Posted to dev@lucene.apache.org by "Varun Thacker (JIRA)" <ji...@apache.org> on 2014/08/20 09:36:27 UTC
[jira] [Commented] (SOLR-5683) Documentation of Suggester V2

    [ https://issues.apache.org/jira/browse/SOLR-5683?page=com.atlassian.jira.plugin.system.issuetabpanels:comment-tabpanel&focusedCommentId=14103562#comment-14103562 ] 

Varun Thacker commented on SOLR-5683:
-------------------------------------

First draft at documenting the suggesters - This covers all the documentation wrt suggesters under "Issues from CHANGES.txt that were never doc'ed as part of their release:" in the https://cwiki.apache.org/confluence/display/solr/Internal+-+TODO+List link.

bq. DocumentDictionaryFactory – user can specify suggestion field along with optional weight and payload fields from their search index.

Looking at the code of DocumentDictionaryFactory the weight field is not optional.
--------------------------------------------------------------------------------------------------------------------------------------------------------
field - The field from which the suggesters dictionary will be populated.
weightField - The field from which the suggestions weight will be populated. This should be a numeric field. Suggestions will be sorted based on the value as this is the sole criteria for relevance.
payloadField - Accompanying payload for each suggestion that gets built. 
suggestAnalyzerFieldType - Specify the analyzer to be used for the suggester. The "index" analyzer of this fieldType will be used to build the suggest dictionary and the "query" analyzer will be used during querying.

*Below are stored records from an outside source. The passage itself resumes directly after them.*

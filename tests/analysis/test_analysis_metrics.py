"""Step and run metrics against python-control's step_info and closed-form textbook results."""

from __future__ import annotations

import math

import control
import numpy as np
import pytest

from rigloop.analysis.metrics import metric_unit, run_metrics, step_metrics, trapezoid

# (zeta, omega_n) pairs: underdamped, lightly damped, critically damped, overdamped
SECOND_ORDER = [(0.2, 2.0), (0.5, 5.0), (0.7, 10.0), (1.0, 3.0), (1.5, 4.0)]
DT = 0.01


def _response(sys, t_end: float, dt: float = DT):
    t = np.arange(0.0, t_end + dt / 2, dt)
    resp = control.step_response(sys, t)
    return resp.time, np.squeeze(resp.outputs)


def _second_order(zeta: float, omega: float):
    return control.tf([omega**2], [1.0, 2 * zeta * omega, omega**2])


def _cases():
    for zeta, omega in SECOND_ORDER:
        sys = _second_order(zeta, omega)
        slowest = min(abs(p.real) for p in sys.poles())
        yield pytest.param(sys, 12.0 / slowest, id=f"z{zeta}-w{omega}")
    yield pytest.param(control.tf([1.0], [0.8, 1.0]), 8.0, id="first-order-tau0.8")


@pytest.mark.parametrize("sys, t_end", list(_cases()))
def test_step_metrics_agree_with_python_control_step_info(sys, t_end):
    # Reference library: python-control step_info on the same sampled response; tolerance one
    # sample period for times and 0.5 % for the overshoot.
    t, y = _response(sys, t_end)
    ref = control.step_info(y, t, yfinal=1.0)
    m = step_metrics(t, y, t_step=0.0, y_initial=0.0, y_final=1.0)
    assert abs(m.rise_time_s - ref["RiseTime"]) <= DT
    assert abs(m.settling_time_s - ref["SettlingTime"]) <= DT
    assert abs(m.overshoot_pct - ref["Overshoot"]) <= max(0.005 * ref["Overshoot"], 1e-9)
    assert abs(m.peak - ref["Peak"]) <= 1e-12
    assert abs(m.peak_time_s - ref["PeakTime"]) <= DT


@pytest.mark.parametrize("y0, y1", [(1200.0, 2400.0), (2400.0, 1600.0), (0.0, -3.0), (5.0, 1.0)])
def test_step_metrics_between_two_levels_match_step_info_of_the_normalised_response(y0, y1):
    # A change from y0 to y1 is the unit step response scaled by (y1 - y0) and shifted by y0;
    # python-control's step_info on the unit response gives the expected times and overshoot.
    t, z = _response(_second_order(0.4, 6.0), 6.0)
    t_step = 3.0
    ref = control.step_info(z, t, yfinal=1.0)
    m = step_metrics(t + t_step, y0 + (y1 - y0) * z, t_step=t_step, y_initial=y0, y_final=y1)
    assert abs(m.rise_time_s - ref["RiseTime"]) <= DT
    assert abs(m.settling_time_s - ref["SettlingTime"]) <= DT
    assert abs(m.overshoot_pct - ref["Overshoot"]) <= 0.005 * ref["Overshoot"]
    assert abs(m.peak_time_s - ref["PeakTime"]) <= DT
    assert m.peak == pytest.approx(y0 + (y1 - y0) * z.max())


@pytest.mark.parametrize("zeta, omega", [(0.1, 3.0), (0.3, 8.0), (0.6, 2.0)])
def test_second_order_overshoot_and_peak_time_match_the_closed_form(zeta, omega):
    # Closed form of the underdamped second-order step response ("Modern Control Engineering";
    # "Feedback Control of Dynamic Systems"): overshoot exp(-ζπ/√(1-ζ²)), peak time π/(ω√(1-ζ²)).
    wd = omega * math.sqrt(1 - zeta**2)
    phi = math.acos(zeta)
    dt = 1e-3
    t = np.arange(0.0, 10.0 / (zeta * omega), dt)
    y = 1 - np.exp(-zeta * omega * t) / math.sqrt(1 - zeta**2) * np.sin(wd * t + phi)
    m = step_metrics(t, y, t_step=0.0, y_initial=0.0, y_final=1.0)
    expected_os = 100.0 * math.exp(-zeta * math.pi / math.sqrt(1 - zeta**2))
    assert m.overshoot_pct == pytest.approx(expected_os, rel=0.005)
    assert abs(m.peak_time_s - math.pi / wd) <= dt


def test_first_order_rise_and_settling_match_the_closed_form():
    # First-order lag y = 1 - exp(-t/τ): 10-90 % rise τ·ln 9, 2 % settling τ·ln 50 (textbook
    # results, e.g. "Modern Control Engineering").
    tau, dt = 0.5, 1e-3
    t = np.arange(0.0, 5.0, dt)
    y = 1 - np.exp(-t / tau)
    m = step_metrics(t, y, t_step=0.0, y_initial=0.0, y_final=1.0)
    assert abs(m.rise_time_s - tau * math.log(9.0)) <= dt
    assert abs(m.settling_time_s - tau * math.log(50.0)) <= dt
    assert m.overshoot_pct == 0.0


def test_steady_state_error_is_target_minus_mean_of_the_last_tenth():
    t = np.linspace(0.0, 10.0, 1001)
    y = np.where(t < 2.0, 0.0, 0.97)            # settles 3 % short of the target 1.0
    tail = t >= 9.0                               # last 10 % of [0, 10]
    y[tail] += 0.01 * np.cos(np.pi * np.arange(tail.sum()))   # ripple in the tail
    m = step_metrics(t, y, t_step=0.0, y_initial=0.0, y_final=1.0)
    assert m.steady_state_error == pytest.approx(1.0 - y[tail].mean())
    assert m.steady_state_error > 0               # textbook sign: output below the target
    assert math.isnan(m.settling_time_s)          # never inside the ±2 % band


def test_metrics_that_the_data_do_not_allow_are_nan():
    t = np.linspace(0.0, 1.0, 101)
    y = 0.5 * t                                   # reaches only 50 % of the change
    m = step_metrics(t, y, t_step=0.0, y_initial=0.0, y_final=1.0)
    assert math.isnan(m.rise_time_s) and math.isnan(m.settling_time_s)
    empty = step_metrics(t, y, t_step=5.0, y_initial=0.0, y_final=1.0)
    assert all(math.isnan(v) for v in empty.as_dict().values())


def test_samples_before_the_step_and_nan_samples_are_ignored():
    t, y = _response(_second_order(0.5, 5.0), 4.0)
    pre_t = np.linspace(-1.0, -DT, 100)
    tt = np.concatenate((pre_t, t))
    yy = np.concatenate((np.full(100, 7.0), y))  # garbage before the step
    yy[150] = np.nan
    a = step_metrics(t, y, t_step=0.0, y_initial=0.0, y_final=1.0)
    b = step_metrics(tt, yy, t_step=0.0, y_initial=0.0, y_final=1.0)
    assert b.rise_time_s == pytest.approx(a.rise_time_s, abs=DT)
    assert b.overshoot_pct == pytest.approx(a.overshoot_pct)


@pytest.mark.parametrize("kwargs, word", [
    ({"y_initial": 1.0, "y_final": 1.0}, "differ"),
    ({"y_initial": 0.0, "y_final": 1.0, "settle_band": 0.0}, "settle_band"),
    ({"y_initial": 0.0, "y_final": 1.0, "rise_limits": (0.9, 0.1)}, "rise_limits"),
])
def test_bad_arguments_are_named(kwargs, word):
    with pytest.raises(ValueError, match=word):
        step_metrics(np.arange(3.0), np.arange(3.0), t_step=0.0, **kwargs)


def test_run_metrics_match_independent_formulas():
    rng = np.random.default_rng(3)
    t = np.arange(0.0, 5.0, 0.01)
    e = rng.normal(0.0, 2.0, t.size)
    u = np.clip(rng.normal(50.0, 30.0, t.size), 0.0, 100.0)
    m = run_metrics(t, e, u, u_min=0.0, u_max=100.0, f_hat=np.r_[np.nan, np.ones(t.size - 1)],
                    latency_ms=np.linspace(0.0, 1.0, t.size))
    assert m.rms_error == pytest.approx(np.sqrt(np.mean(e**2)))
    # scipy's trapezoid rule is the reference implementation of the integrals
    from scipy.integrate import trapezoid as sp_trapezoid
    assert m.iae == pytest.approx(sp_trapezoid(np.abs(e), t))
    assert m.ise == pytest.approx(sp_trapezoid(e**2, t))
    assert m.itae == pytest.approx(sp_trapezoid(t * np.abs(e), t))
    assert m.max_abs_error == pytest.approx(np.max(np.abs(e)))
    assert m.u_total_variation == pytest.approx(np.sum(np.abs(np.diff(u))))
    assert m.time_at_limits_pct == pytest.approx(100.0 * np.mean((u == 0.0) | (u == 100.0)))
    assert (m.f_hat_min, m.f_hat_max) == (1.0, 1.0)
    assert m.latency_ms_p99 == pytest.approx(np.percentile(np.linspace(0.0, 1.0, t.size), 99))
    assert trapezoid(np.ones(1), np.zeros(1)) == 0.0


def test_itae_is_timed_from_the_start_of_the_span_not_the_first_finite_sample():
    # ITAE = ∫(t − t_0)|e| dt with t_0 the span's first sample (docs/reports.md), also when the
    # first errors are NaN (e.g. rows before the reference is known); scipy's trapezoid rule on
    # the finite samples is the reference.
    from scipy.integrate import trapezoid as sp_trapezoid

    t = np.arange(0.0, 3.0, 0.01) + 5.0
    e = np.cos(t)
    e[:50] = np.nan
    m = run_metrics(t, e, np.zeros_like(t))
    ok = np.isfinite(e)
    assert m.itae == pytest.approx(sp_trapezoid((t[ok] - t[0]) * np.abs(e[ok]), t[ok]), rel=1e-12)
    assert m.itae > sp_trapezoid((t[ok] - t[ok][0]) * np.abs(e[ok]), t[ok]) + 0.1


def test_run_metrics_of_several_runs_do_not_bridge_the_gap_between_them():
    # two runs of 1 s, 10 s apart: integrals, total variation and duration are sums over the runs
    from scipy.integrate import trapezoid as sp_trapezoid

    t1, t2 = np.arange(0.0, 1.0, 0.01), np.arange(11.0, 12.0, 0.01)
    e1, e2 = np.full(t1.size, 2.0), np.full(t2.size, -3.0)
    u1, u2 = np.full(t1.size, 10.0), np.full(t2.size, 60.0)
    m = run_metrics(np.r_[t1, t2], np.r_[e1, e2], np.r_[u1, u2],
                    piece=np.r_[np.ones(t1.size), 2 * np.ones(t2.size)])
    assert m.iae == pytest.approx(sp_trapezoid(np.abs(e1), t1) + sp_trapezoid(np.abs(e2), t2))
    assert m.itae == pytest.approx(sp_trapezoid((t1 - t1[0]) * 2.0, t1)
                                   + sp_trapezoid((t2 - t2[0]) * 3.0, t2))
    assert m.u_total_variation == 0.0
    assert m.duration_s == pytest.approx((t1[-1] - t1[0]) + (t2[-1] - t2[0]))


def test_run_metrics_of_no_samples_are_nan_without_warnings():
    m = run_metrics(np.array([]), np.array([]), np.array([]))
    assert m.samples == 0 and math.isnan(m.rms_error) and math.isnan(m.latency_ms_p50)


def test_metric_units():
    units = {"y": "rpm", "u": "%", "f": "rpm/s"}
    assert metric_unit("iae", units) == "rpm·s"
    assert metric_unit("ise", units) == "rpm²·s"
    assert metric_unit("f_hat_max", units) == "rpm/s"
    assert metric_unit("rms_error", {"y": "", "u": "%"}) == ""
    assert metric_unit("late_ticks", units) == ""
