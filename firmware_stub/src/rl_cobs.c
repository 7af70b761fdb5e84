/*
 * rl_cobs.c - COBS encoder, strict decoder and a streaming decoder that resynchronises on 0x00.
 *
 * Encoding: the frame is cut at each 0x00 (and after every 254 non-zero bytes) into runs; each
 * run is written as a code byte (run length + 1) followed by its non-zero bytes. A code of 0xFF
 * means "254 bytes, no zero follows". After a final full run no extra code byte is written, the
 * form most implementations produce; the decoder accepts both forms.
 */
#include "rl_cobs.h"

rl_cobs_status rl_cobs_encode(const uint8_t *src, size_t len, uint8_t *dst, size_t cap,
                              size_t *out_len)
{
    size_t i;
    size_t code_idx = 0;
    size_t out = 1;
    uint8_t code = 1;

    if (cap < 1u) {
        return RL_COBS_NO_ROOM;
    }
    for (i = 0; i < len; ++i) {
        if (src[i] != 0u) {
            if (out >= cap) {
                return RL_COBS_NO_ROOM;
            }
            dst[out++] = src[i];
            ++code;
            if (code == 0xFFu) {
                dst[code_idx] = code;
                code = 1;
                if (i + 1u == len) {
                    *out_len = out; /* a full run ends the frame: no trailing code byte */
                    return RL_COBS_OK;
                }
                if (out >= cap) {
                    return RL_COBS_NO_ROOM;
                }
                code_idx = out++;
            }
        } else {
            dst[code_idx] = code;
            code = 1;
            if (out >= cap) {
                return RL_COBS_NO_ROOM;
            }
            code_idx = out++;
        }
    }
    dst[code_idx] = code;
    *out_len = out;
    return RL_COBS_OK;
}

rl_cobs_status rl_cobs_decode(const uint8_t *src, size_t len, uint8_t *dst, size_t cap,
                              size_t *out_len)
{
    size_t in = 0;
    size_t out = 0;

    if (len == 0u) {
        return RL_COBS_BAD_CODE;
    }
    while (in < len) {
        const uint8_t code = src[in++];
        size_t n;
        if (code == 0u) {
            return RL_COBS_BAD_CODE;
        }
        n = (size_t)code - 1u;
        if (n > len - in) {
            return RL_COBS_BAD_CODE;
        }
        while (n-- > 0u) {
            const uint8_t b = src[in++];
            if (b == 0u) {
                return RL_COBS_BAD_CODE;
            }
            if (out >= cap) {
                return RL_COBS_NO_ROOM;
            }
            dst[out++] = b;
        }
        if (code != 0xFFu && in < len) {
            if (out >= cap) {
                return RL_COBS_NO_ROOM;
            }
            dst[out++] = 0u;
        }
    }
    *out_len = out;
    return RL_COBS_OK;
}

void rl_cobs_stream_init(rl_cobs_stream *s)
{
    s->len = 0;
    s->overlong = 0;
    s->hunting = 1;
}

void rl_cobs_stream_resync(rl_cobs_stream *s)
{
    rl_cobs_stream_init(s);
}

rl_cobs_event rl_cobs_stream_push(rl_cobs_stream *s, uint8_t byte, const uint8_t **frame,
                                  size_t *frame_len)
{
    size_t decoded = 0;
    size_t run;

    if (byte != 0u) {
        if (s->hunting == 0u) {
            if (s->len < sizeof s->buf) {
                s->buf[s->len++] = byte;
            } else {
                s->overlong = 1;
            }
        }
        return RL_COBS_EVENT_NONE;
    }

    /* A delimiter: it ends hunting and closes the current run. */
    if (s->hunting != 0u) {
        s->hunting = 0;
        s->len = 0;
        return RL_COBS_EVENT_NONE;
    }
    run = s->len;
    s->len = 0;
    if (s->overlong != 0u) {
        s->overlong = 0;
        return RL_COBS_EVENT_OVERLONG;
    }
    if (run == 0u) {
        return RL_COBS_EVENT_NONE; /* back-to-back delimiters: idle line or resync padding */
    }
    if (rl_cobs_decode(s->buf, run, s->buf, sizeof s->buf, &decoded) != RL_COBS_OK) {
        return RL_COBS_EVENT_BAD_CODE;
    }
    *frame = s->buf;
    *frame_len = decoded;
    return RL_COBS_EVENT_FRAME;
}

Config (index time) options:
name - Name of suggester. This is optional if you have only one suggester defined.
sourceLocation - External file location for file-based suggesters only.
lookupImpl - Type of lookup to use whose default is JaspellLookupFactory. A table below lists all the various lookup implementations present.
dictionaryImpl - The type of dictionary to be used when building the suggester. The default is FileDictionaryFactory for a file-based suggester and it defaults to HighFrequencyDictionaryFactory otherwise.
storeDir - Location to store the dictionary on disk.
buildOnCommit - Command to build suggester automatically after every commit that is called. Useful if you want to keep the suggester in sync with your latest data.
buildOnOptimize - Command to build suggester automatically after every optimize that is called. Useful if you want to keep the suggester in sync with your latest data.

Query time options:
suggest.dictionary - name of suggester to use
suggest.count - number of suggestions to return
suggest.q - query to use for lookup
suggest.build - command to build the suggester
suggest.reload - command to reload the suggester
buildAll – command to build all suggesters in the component
reloadAll – command to reload all suggesters in the component

--------------------------------------------------------------------------------------------------------------------------------------------------------

Lookup Implementation Options - 
- AnalyzingLookupFactory: Suggester that first analyzes the incoming text and adds the analyzed form to a weighted FST, and then does the same thing at lookup time.
	suggestAnalyzerFieldType - The analyzer used at "query-time" and "build-time" to analyze suggestions.
	exactMatchFirst - If true the exact suggestions are returned first, even if they are prefixes of other strings in the FST have larger weights.  Default is true.
	preserveSep - If true then a separator between tokens is preserved. This means that suggestions are sensitive to tokenization (e.g. baseball is different from base ball. Default is true.
	preservePositionIncrements - Whether the suggester should preserve position increments. What this means is that token filters which leave gaps (for example when StopFilter matches a stopword) the position would be respected when building the suggester. The default is false.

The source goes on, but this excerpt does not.